Report back every line from the entries below in which the word "direction" occurs.

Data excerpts
- - - - - - -

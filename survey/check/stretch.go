package check

import (
	"cmp"
	"fmt"
	"math"
	"slices"

	"tapround/survey"
	"tapround/survey/unit"
)

// stretch is a length of one pipe between two neighbouring taps, at chainages along it.
type stretch struct {
	pipe     survey.Pipe
	from, to string
	a, b     float64
}

// stretches lists the lengths of each pipe between neighbours among the taps that on
// accepts for it, in the order of the pipes. Flow meters' own taps count too: only what
// was read there decides.
func (v *view) stretches(on func(survey.Pipe, survey.Tap) (at float64, ok bool)) []stretch {
	var out []stretch
	for _, p := range v.s.Pipes {
		type place struct {
			tap string
			at  float64
		}
		var places []place
		for _, t := range v.s.Taps {
			if at, ok := on(p, t); ok && v.readHead(t.Name) {
				places = append(places, place{t.Name, at})
			}
		}
		slices.SortStableFunc(places, func(x, y place) int { return cmp.Compare(x.at, y.at) })
		for i := 1; i < len(places); i++ {
			out = append(out, stretch{p, places[i-1].tap, places[i].tap, places[i-1].at, places[i].at})
		}
	}
	return out
}

// readHead reports whether a head was read at a tap in any round.
func (v *view) readHead(tap string) bool {
	for _, r := range v.rounds {
		for _, h := range r.heads {
			if h.Tap == tap && (isHead(h) || h.Quantity == survey.HeadDifference) || h.OtherTap == tap {
				return true
			}
		}
	}
	return false
}

// onOrAtEnd accepts taps on the pipe and at its two points.
func (v *view) onOrAtEnd(p survey.Pipe, t survey.Tap) (float64, bool) {
	switch {
	case t.Pipe == p.Name:
		return t.At, true
	case t.Pipe != "":
		return 0, false
	case t.Point == p.From:
		return 0, true
	}
	return p.Length, t.Point == p.To
}

// sameStream accepts taps whose piezometric head stands as far below the total head as
// that of the pipe itself: those on it, and those at junctions where it ends or goes on
// with the same bore, nothing branching off or being drawn.
func (v *view) sameStream(f survey.RoundConditions) func(survey.Pipe, survey.Tap) (float64, bool) {
	return func(p survey.Pipe, t survey.Tap) (float64, bool) {
		at, ok := v.onOrAtEnd(p, t)
		if !ok || t.Pipe != "" {
			return at, ok
		}
		point := v.points[t.Point]
		if point.Kind != survey.Junction || len(f.DrawOffs[t.Point]) > 0 {
			return 0, false
		}
		n := 0
		for _, q := range v.s.Pipes {
			if (q.From == t.Point || q.To == t.Point) && !f.Shut[q.Name] {
				n++
				ok = ok && math.Abs(q.Bore-p.Bore) <= 1e-3*p.Bore
			}
		}
		for _, m := range v.s.Machines {
			ok = ok && m.From != t.Point && m.To != t.Point
		}
		return at, ok && n <= 2
	}
}

// loss gives the head at the stretch's first tap less that at its second in a round,
// from two heads of one quantity or from one differential reading: of several pairs
// the one with the smallest standard uncertainty. ok is false where none was read.
func (x stretch) loss(r round) (d, u float64, of []survey.Head, ok bool) {
	take := func(nd, nu float64, hs ...survey.Head) {
		if !ok || nu < u {
			d, u, of, ok = nd, nu, hs, true
		}
	}
	for _, a := range r.heads {
		if a.Quantity == survey.HeadDifference {
			switch {
			case a.Tap == x.from && a.OtherTap == x.to:
				take(a.Value, a.U(), a)
			case a.Tap == x.to && a.OtherTap == x.from:
				take(-a.Value, a.U(), a)
			}
		}
		if a.Tap != x.from || !alongPipe(a) {
			continue
		}
		for _, b := range r.heads {
			if b.Tap == x.to && alongPipe(b) && (a.Quantity == survey.LocalTotalHead) == (b.Quantity == survey.LocalTotalHead) && a.Depth == b.Depth {
				nd, nu := differ(a, b)
				take(nd, nu, a, b)
			}
		}
	}
	return d, u, of, ok
}

// alongPipe: heads that differ along one pipe by its loss alone, piezometric ones, and
// total ones where read at one depth.
func alongPipe(h survey.Head) bool {
	return h.Quantity == survey.PiezometricHead || h.Quantity == survey.LocalTotalHead
}

// rising says where the head rises along the flow in one pipe by more than the readings
// can be off. The flow's direction comes from meters and stated draw-offs.
func rising(v *view) []survey.Alert {
	var out []survey.Alert
	for _, r := range v.rounds {
		flows := v.flows(r)
		for _, x := range v.stretches(v.sameStream(r.force)) {
			f, known := flows[x.pipe.Name]
			sign := f.sign(v.limits.apart.value)
			d, u, of, ok := x.loss(r)
			if !known || sign == 0 || !ok || -sign*d <= v.limits.apart.value*u {
				continue
			}
			up, down := x.from, x.to
			if sign < 0 {
				up, down = down, up
			}
			a := survey.Alert{Rule: "head rises along the flow", Subject: up + " " + down,
				Statement: fmt.Sprintf("In round %s the head rises from %s to %s, along the flow in pipe %s, where no pump stands.", r.Name, up, down, x.pipe.Name),
				Evidence: fmt.Sprintf("rise %s (± one standard uncertainty), %.1f times its standard uncertainty; flow in the pipe %s",
					unit.Metre.Format(-sign*d, u), -sign*d/u, unit.LitrePerSecond.Format(math.Abs(f.q), f.u)),
				Limit: v.limits.apart.String(), Stay: -sign*d > v.limits.stay.value*u,
				Action: fmt.Sprintf("Read %s and %s again with one gauge; if it stays, check their levels, the direction of flow, and look for a hidden feed.", up, down)}
			for _, h := range of {
				a.Sources = append(a.Sources, h.Sources()...)
			}
			out = append(out, a)
		}
	}
	return out
}

// tooSmall says of each stretch of a pipe between neighbouring taps that its loss stays
// within what the gauges and levels may be off, in every round in which water flows. A
// change of velocity head at the points between pipes is left out of account.
func tooSmall(v *view) []survey.Alert {
	var out []survey.Alert
	for _, x := range v.stretches(v.onOrAtEnd) {
		best, bestLoss, bestU, bestRound := 0.0, 0.0, 0.0, ""
		var of []survey.Head
		for _, r := range v.rounds {
			if r.still.along(x.pipe.Name, (x.a+x.b)/2) {
				continue
			}
			d, u, hs, ok := x.loss(r)
			if !ok {
				continue
			}
			if ratio := math.Abs(d) / u; bestRound == "" || ratio > best {
				best, bestLoss, bestU, bestRound, of = ratio, d, u, r.Name, hs
			}
		}
		if bestRound == "" || best >= v.limits.visible.value {
			continue
		}
		a := survey.Alert{Rule: "loss too small for the gauges", Subject: x.from + " " + x.to,
			Statement: fmt.Sprintf("Between %s and %s on pipe %s no round shows a loss that these gauges can see.", x.from, x.to, x.pipe.Name),
			Evidence:  fmt.Sprintf("largest in round %s: %s (± one standard uncertainty), %.1f times its standard uncertainty", bestRound, unit.Metre.Format(math.Abs(bestLoss), bestU), best),
			Limit:     v.limits.visible.String(), Action: moreFlow(v.limits.visible.value, best)}
		for _, h := range of {
			a.Sources = append(a.Sources, h.Sources()...)
		}
		out = append(out, a)
	}
	return out
}

// moreFlow says how much more flow would make the loss visible, a loss growing about as
// the square of the flow.
func moreFlow(wanted, ratio float64) string {
	if ratio < 1 {
		return "Draw several times the flow, set the taps further apart, or put one differential gauge between them; else expect no answer for this stretch."
	}
	return fmt.Sprintf("Draw about %s times the flow, or put one differential gauge between the taps; else expect no answer for this stretch.", unit.Significant(math.Sqrt(wanted/ratio), 2))
}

- - - - - - -

» Output of the exercise
// can be off. The flow's direction comes from meters and stated draw-offs.
				Action: fmt.Sprintf("Read %s and %s again with one gauge; if it stays, check their levels, the direction of flow, and look for a hidden feed.", up, down)}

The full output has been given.